Trillo conmemoró ayer el 30 aniversario de las Vacas por el Tajo con una exitosa y multitudinaria edición especial que tuvo como principal novedad la incorporación de una octava res en su singular ruedo fluvial. El festejo, que se celebró dentro de la Feria Chica, contará con la suelta de dos vacas de Hnos. Joven Salas, una vaca de Los Maños, otra de Javier Soria, y cuatro de José Arriazu e Hijos.
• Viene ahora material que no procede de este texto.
"""The columnar text reader behind every input file: CSV or Parquet cells as text, with the line of each row.

Why not a CSV library alone: a history file of 100+ million lines must be read
in bounded memory, every line must keep its line number (the contract of
`raw_history`: raw lines = used + rejected, each with file and row), and one
malformed line must cost one rejected line, not the run. pyarrow's CSV parser
numbers rows only serially and fails a whole read on a line longer than its
block; DuckDB's numbers rejected lines but skips blank lines while counting
them (so valid rows cannot be numbered) and stores one reject per surplus field
(a line of 100,000 fields took 108 s and 3 GB). So the file is read in chunks
of `CHUNK_BYTES` ending on a line break:

each chunk read by `pipelines.engines.csv_chunks`: numpy finds the line
breaks, the lines too long and the lines with a control character (rejected by
number), pyarrow parses the rest serially with every line numbered, and a line
with the wrong number of fields is rejected (or read alone by the csv module
when a quoted cell may hold a comma). A line longer than a chunk is skipped
byte-block by byte-block here, never held.

Invalid UTF-8 (or invalid bytes for `inputs.encoding`) stops the read with an
`InputFileError` naming the file, the line, the byte offset and the byte, and
saying to set `inputs.encoding`. Another encoding than UTF-8 is first
transcoded, chunk by chunk, into a temporary UTF-8 copy.

Parquet files are read by row group batches, each column cast to text; a cell
longer than `max_line_bytes` or holding a control character rejects its row
the same way.
"""

from __future__ import annotations

import codecs
import contextlib
import csv
import tempfile
from pathlib import Path

import numpy as np
import pandas as pd
import pyarrow as pa
import pyarrow.compute as pc

from pipelines.engines.csv_chunks import (
    CONTROL_CHARACTERS,
    LINE_TOO_LONG,
    PREVIEW_CHARS,
    CsvChunks,
    TextRead,
    clean_cells,
    encoding_error,
)
from pipelines.errors import InputFileError

CHUNK_BYTES = 32 << 20  # bytes per chunk: bounds the reader's working memory (a few times this)
DEFAULT_MAX_LINE_BYTES = 1 << 16  # 64 KiB: a history line is about 50 bytes; a longer line is not data
_BOM = b"\xef\xbb\xbf"


def _header(path: Path, fh, max_line_bytes: int, encoding: str) -> tuple[list[str], int]:
    """The header's column names and the bytes it took (BOM and line break included)."""
    raw = fh.readline(max_line_bytes + 3)
    if not raw:
        raise InputFileError(f"{path}: the file is empty; its first line must be the header naming the columns.")
    if not raw.endswith(b"\n") and len(raw) > max_line_bytes:
        raise InputFileError(
            f"{path}: line 1 (the header) is longer than inputs.max_line_bytes ({max_line_bytes} bytes); "
            f"is this a CSV file with a header line?"
        )
    body = raw[3:] if raw.startswith(_BOM) else raw
    try:
        text = body.decode(encoding)
    except UnicodeDecodeError as err:
        raise encoding_error(path, 1, err.start + len(raw) - len(body), body[err.start], encoding) from None
    text = text.rstrip("\r\n")
    if not text.strip():
        raise InputFileError(f"{path}: line 1 is blank; the first line must be the header naming the columns.")
    names = [n.strip() for n in next(csv.reader([text], skipinitialspace=True))]
    return names, len(raw)


def check_columns(path: Path, names: list[str], columns: tuple[str, ...], optional: tuple[str, ...]) -> None:
    """Raise naming the file and the column for a blank, repeated, unknown or missing column."""
    expected = list(columns) + list(optional)
    blank = [i + 1 for i, n in enumerate(names) if not n]
    if blank:
        raise InputFileError(
            f"{path}: column {blank[0]} of the header has no name (a trailing comma?). "
            f"Expected columns: {expected}; remove the empty column."
        )
    repeated = sorted({n for n in names if names.count(n) > 1})
    if repeated:
        raise InputFileError(f"{path}: column(s) {repeated} appear more than once in the header; keep one of each.")
    unknown = [n for n in names if n not in expected]
    missing = [c for c in columns if c not in names]
    if unknown:
        raise InputFileError(
            f"{path}: unknown column(s) {unknown}"
            + (f" and missing column(s) {missing}" if missing else "")
            + f"; this file takes the columns {expected}"
            + (f" ({list(optional)} optional)" if optional else "")
            + ". Remove or rename the unknown column(s)."
        )
    if missing:
        raise InputFileError(
            f"{path}: missing column(s) {missing}; the file has {names}. Expected columns: {list(columns)}."
        )


def _transcode(path: Path, encoding: str, out: Path, block: int = CHUNK_BYTES) -> None:
    """Write `path` (in `encoding`) to `out` as UTF-8, block by block; raise naming line and byte on bad bytes."""
    decoder = codecs.getincrementaldecoder(encoding)(errors="strict")
    consumed, lines = 0, 1
    with open(path, "rb") as src, open(out, "wb") as dst:
        while True:
            raw = src.read(block)
            try:
                text = decoder.decode(raw, final=not raw)
            except UnicodeDecodeError as err:
                start = max(err.start, 0)
                bad = raw[start] if start < len(raw) else 0
                raise encoding_error(path, lines + raw[:start].count(b"\n"), consumed + start, bad, encoding) from None
            except UnicodeError as err:  # e.g. a UTF-16 file without its byte order mark
                raise InputFileError(
                    f"{path}: cannot be read as {encoding} ({err}); set inputs.encoding to the file's encoding "
                    f"(every CSV input is read with it), or save the file as UTF-8."
                ) from None
            dst.write(text.encode("utf-8"))
            lines += raw.count(b"\n")
            consumed += len(raw)
            if not raw:
                break


def _normal_encoding(encoding: str) -> str:
    try:
        return codecs.lookup(encoding).name
    except LookupError:
        raise InputFileError(
            f"inputs.encoding {encoding!r} is not an encoding Python knows; use e.g. utf-8, latin-1, cp1252 or utf-16"
        ) from None


@contextlib.contextmanager
def _utf8(path: Path, encoding: str):
    """(path, encoding) to read as UTF-8: the file itself, or for another encoding a UTF-8 copy of it in a temporary
    folder that is removed on leaving (the encoding stays `utf-8` for the reader then)."""
    if _normal_encoding(encoding) == "utf-8":
        yield path, encoding
        return
    with tempfile.TemporaryDirectory(prefix="apportion-") as tmp:
        copy = Path(tmp) / path.name
        _transcode(path, encoding, copy)
        yield copy, "utf-8"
Este escenario único, situado en el paraje natural de La Isla, en pleno centro de la localidad y bajo la atenta mirada del puente sobre el río Tajo, volvió a ser testigo de un espectáculo que combina tradición, emoción y riesgo en un entorno incomparable. De una en una fueron saliendo al entorno del Río Tajo, sembrando el caos, la emoción y poniendo en apuros a los cientos de valientes que esperaban su llegada en las inmediaciones del río, y dentro de él. La tarde transcurrió con interés, una sensación de tensión continua, sustos, un par de revolcones y un puñado de colchonetas y flotadores pinchados por los pitones de las vacas, que no dudaron en saltar al agua y atravesar el río en múltiples ocasiones. Hasta casi tres horas se alargó el final de la suelta, con una vaca que ofreció notables complicaciones para salir del agua, y otra de Arriazu que también puso notables problemas, pero terminó saliendo de él, y volviendo a los corrales acompañada de los bueyes.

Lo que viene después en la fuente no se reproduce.